The changes were announced today by Primary Industries Minister David Carter.
They follow a year-long review of the Dairy Industry Restructuring Act, established to ensure competitive aspects to the industry with the formation of market-dominating Fonterra in 2001.
Changes include giving large independent processors only three more seasons to access regulated milk and setting monthly limits on regulated supply to reflect seasonal fluctuations.
Tatua Co-operative Dairy Company chief executive Paul McGilvary told NBR ONLINE Fonterra supplies roughly 25% of its 200 million litres of milk a year but by 2016 it will not need it.
"The DIRA milk has been useful to us – it has given us an opportunity to transit to a more value-added business and we've done that quite aggressively in recent times.
"By the time the DIRA milk disappears in 2016 we'll be further advanced on that strategy.
"We expect the returns from our value-added business to more than outweigh the loss of Fonterra milk.

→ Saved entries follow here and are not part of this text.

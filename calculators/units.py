"""Unit-bearing inputs, parsed once at the edge with pint.

Every length and mass field of the schemas accepts either a plain number in the field's canonical
unit (the unit is in the field name: ``aperture_mm``, ``mass_kg``) or a string with a unit, such as
``"12 in"`` or ``"27 lb"``. A string of the wrong dimension, an unknown unit, NaN or infinity is a
validation error that names the field.
"""

from __future__ import annotations

import math
import numbers
import re
from functools import cache
from typing import Annotated, Any

import numpy as np
import pint
from pydantic import BeforeValidator, Field


@cache
def unit_registry() -> pint.UnitRegistry:
    """The one pint registry rigbench uses (built on first use, not at import)."""
    return pint.UnitRegistry()


def to_canonical(value: Any, unit: str) -> float:
    """Convert a number (already in ``unit``) or a string with a unit into a float in ``unit``.

    >>> round(to_canonical("12 in", "mm"), 9)  # pint gives 304.79999999999995 (binary floats)
    304.8
    """
    kind = type(value)
    if kind is float:  # the common cases first: the ABC check below costs more than the rest
        number = value
    elif kind is int:  # a JSON integer (not a bool: its type is bool)
        try:
            number = float(value)
        except OverflowError:  # an int beyond the float range: a validation error, not a crash
            number = math.inf
    elif isinstance(value, (bool, np.bool_)):
        raise ValueError("expected a number or a string with a unit, not a boolean")
    elif isinstance(value, numbers.Real):  # int, float and numpy scalars alike
        try:
            number = float(value)
        except OverflowError:  # an int beyond the float range: a validation error, not a crash
            number = math.inf
    elif isinstance(value, str):
        number = _parse_string(value, unit)
    else:
        raise ValueError(f"expected a number in {unit} or a string with a unit, e.g. '12 in'")
    if not math.isfinite(number):
        raise ValueError("must be a finite number (NaN and infinity are not accepted)")
    return number


# A number followed by a plain unit name: nothing else is evaluated, so a string such as
# "9**9**9 mm" cannot make the parser compute a huge power.
_QUANTITY = re.compile(
    r"^\s*(?P<number>[-+]?(?:\d+(?:\.\d*)?|\.\d+)(?:[eE][-+]?\d{1,3})?)\s*"
    r"(?P<unit>[A-Za-zµμ_][A-Za-zµμ_ ]{0,30})?\s*$"
)


def _parse_string(text: str, unit: str) -> float:
    match = _QUANTITY.match(text)
    if match is None:
        raise ValueError(f"cannot read {text!r}: expected a number and a unit, such as '12 in' or '305 mm'")
    number = float(match["number"])
    if match["unit"] is None:
        return number
    ureg = unit_registry()
    try:
        given = ureg.parse_units(match["unit"].strip())
    except Exception:  # pint raises several error types for names it does not know
        raise ValueError(f"unknown unit {match['unit'].strip()!r} in {text!r}") from None
    target = ureg.parse_units(unit)
    if given.dimensionality != target.dimensionality:
        raise ValueError(
            f"{text!r} is a {_dimension_name(given)}, expected a {_dimension_name(target)} "
            f"(e.g. a value in {unit})"
        )
    return float(ureg.Quantity(number, given).to(target).magnitude)


def _dimension_name(units) -> str:
    names = {"[length]": "length", "[mass]": "mass", "[time]": "time", "[temperature]": "temperature"}
    dimensionality = str(units.dimensionality)
    return names.get(dimensionality, f"quantity of dimension {dimensionality}")


def _quantity(unit: str):
    def validate(value: Any) -> float:
        # A finite float is already canonical (the unit is the field's): no call for most fields.
        if type(value) is float and value - value == 0.0:
            return value
        return to_canonical(value, unit)

    return BeforeValidator(validate, json_schema_input_type=float | str)


# Annotated field types: the canonical unit is fixed here, the bounds at each field.
Millimetres = Annotated[float, _quantity("mm")]
Micrometres = Annotated[float, _quantity("um")]
Kilograms = Annotated[float, _quantity("kg")]

# Physical upper bounds. An amateur's equipment is far inside them; a value beyond one is a typing
# slip or an attack (1e308 overflows the calculators' products and squares), refused as a 422 that
# names the field. Tighter bounds sit at the fields that have them (calculators.schemas).
#: Longest length any field takes: 1 km (a tube, a pier, an arm; no instrument part is longer).
MAX_LENGTH_MM = 1_000_000.0
#: Heaviest mass any field takes: 100 t (more than any amateur or club instrument with its mount).
MAX_MASS_KG = 100_000.0

PositiveMillimetres = Annotated[Millimetres, Field(gt=0, le=MAX_LENGTH_MM)]
NonNegativeMillimetres = Annotated[Millimetres, Field(ge=0, le=MAX_LENGTH_MM)]
PositiveKilograms = Annotated[Kilograms, Field(gt=0, le=MAX_MASS_KG)]
NonNegativeKilograms = Annotated[Kilograms, Field(ge=0, le=MAX_MASS_KG)]
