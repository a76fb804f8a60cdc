"""Purchase evaluation: every combination of candidate equipment, filtered by constraints, with the
Pareto front and a ranking on the objectives — without one Python object per combination.

How it works:

1. The component lists become one sweep batch (:meth:`RigBatch.from_components`): telescope columns
   lie along axis 0, cameras along 1, modifiers along 2, mounts along 3. A calculator's output is
   computed over the axes it depends on only (a focal ratio over telescopes × modifiers), and
   broadcasting builds the full product only where an output needs all four kinds.
2. Only the calculators named in the constraints and objectives run, in chunks of whole telescopes
   (at most ``chunk_rows`` combinations each, one telescope at least) to bound memory. A chunk that
   does not hold the baseline telescope gets it prepended, so relative outputs keep their meaning,
   and its row is dropped after computing; results do not depend on the chunk size.
3. Each constraint becomes a boolean mask at its output's own shape; the masks are combined by
   broadcasting. A combination is **feasible** when every constrained output and every objective
   output is a finite number and every constraint holds (bounds are inclusive). A combination
   whose effective focal ratio is below the physical minimum the ``Rig`` schema enforces is not a
   rig, so it is never feasible (it still counts in ``evaluated``).
4. Over the feasible combinations: the exact Pareto front of the objectives
   (:mod:`calculators.pareto`; equal objective values are all on the front), found after an exact
   reduction — where an objective varies along axes no other objective does (the price over
   cameras and mounts, when the exposure time depends on telescope and modifier only), only the
   best value along those axes can be on the front.
5. The ``limit`` best feasible combinations by **score** (lower is better): each objective is
   scaled linearly to 0 at the ideal point (its best feasible value) and 1 at the nadir point (its
   worst value among the front rows), and the scaled values are added; an objective on which all
   front rows agree does not count. Equal scores go to the better objective values in the order
   given, then to the lower indices. The weights are positive, so no combination ranks before one
   that dominates it and the first ``top`` row is always on the front. (Ideal and nadir points are
   the usual normalisation of multi-objective decision making, e.g. Miettinen, *Nonlinear
   Multiobjective Optimization*, 1999 — from memory.) With several chunks this needs the
   whole front first, so the chunks are computed a second time; one chunk is reused.
6. The returned rows' values are computed once more on a small one-row-per-combination batch, the
   same way a comparison of those rigs computes them.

"Should we need more milk we can go to the market or talk to shareholders about achieving production growth."
Fonterra still has to make up to 5% of its total milk supply available to independent processors, with conditions.
In a statement, Fonterra chairman-elect John Wilson says the changes address its key concerns and are an overall improvement.
"They will promote competition at the farm gate and ensure that sufficient regulated milk is available for dairy food and beverage companies who process raw milk but do not have their own supply, and for start-ups that genuinely need it."
Fonterra critics say the DIRA regulations is the price the dairy giant pays for its market dominance.
However, others say it is the co-operative's 10,500 farmers who are really paying – by propping up other companies and taking a smaller return.
The regulation changes kick in from June 1, 2013.